WHERE IS THE RAIN-ON-SNOW ZONE IN THE WEST-CENTRAL WASHINGTON CASCADES? MONTE CARLO SIMULATION OF LARGE STORMS IN THE PACIFIC NORTHWEST
Recognition of ROS has grown during big PNW events, as investigations based on theory, weather records and field studies clarified many aspects of the phenomena. ROS seems more important in middle elevations; land use can affect processes; climatic shifts are changing its geography and magnitude. Questions remain: how much does ROS affect the long-term frequency of water input? can we define a peak ROS zone, in some specific area in the Northwest?
Sporadic occurrence hinders study of ROS, but some issues can be addressed by modeling. A computer program using probabilistic and deterministic elements simulates large “storms” over “1000 yr”, generating realizations of weather and snowpack. In an event precipitation falls, snow accumulates/melts, and water is tracked to the ground. Frequency distributions are based on data from Washington’s Cascades, some combined into functions of elevation and date, so the model can be applied to specific places or general elevations. Validation focuses on Stampede Pass, site of a NWS station, snow course and SNOTEL on the Cascade crest. The model is evaluated by comparing statistics and frequency relations of the instrumental record against model realizations, for precipitation and water to runoff.

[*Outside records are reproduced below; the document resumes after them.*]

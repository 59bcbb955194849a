package eiv

import (
	"fmt"
	"math"
	"math/rand/v2"
	"testing"
)

var sinkTDraw float64

// BenchmarkTDrawMethods: one t draw per op by each exact method that
// applies to ν, in the loop as the Monte Carlo uses it (one tDraw, one
// rand.Rand), to choose newTDraw's method per ν.
func BenchmarkTDrawMethods(b *testing.B) {
	for _, nu := range []float64{1, 2, 3, 4, 5, 9, 30} {
		for _, m := range []struct {
			name string
			m    tMethod
		}{{"inverse2", tInverse2}, {"bailey", tBailey}, {"gamma", tGamma}} {
			if (m.m == tInverse2 && nu != 2) || (m.m == tGamma && nu < 2) {
				continue
			}
			b.Run(fmt.Sprintf("nu=%g/%s", nu, m.name), func(b *testing.B) {
				t := newTDraw(nu)
				t.method = m.m
				t.d = nu/2 - 1.0/3
				t.c = 1 / math.Sqrt(9*t.d)
				src := rand.NewPCG(1, 2)
				rng := rand.New(src)
				var s float64
				for b.Loop() {
					s += t.draw(rng, src)
				}
				sinkTDraw = s
			})
		}
	}
}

The model is used first to evaluate the significance of ROS varying with elevation. Over “1000 yr”, snow in some events usually reduces the water reaching the ground during model storms, more often where common and deep, but sometimes also at moderate elevations. Several metrics suggest the greatest ROS effect in this region occurs at ~800 m, where rain+melt enhance water delivery to the ground during ~20% of major storms and increases the magnitude of the rarer events.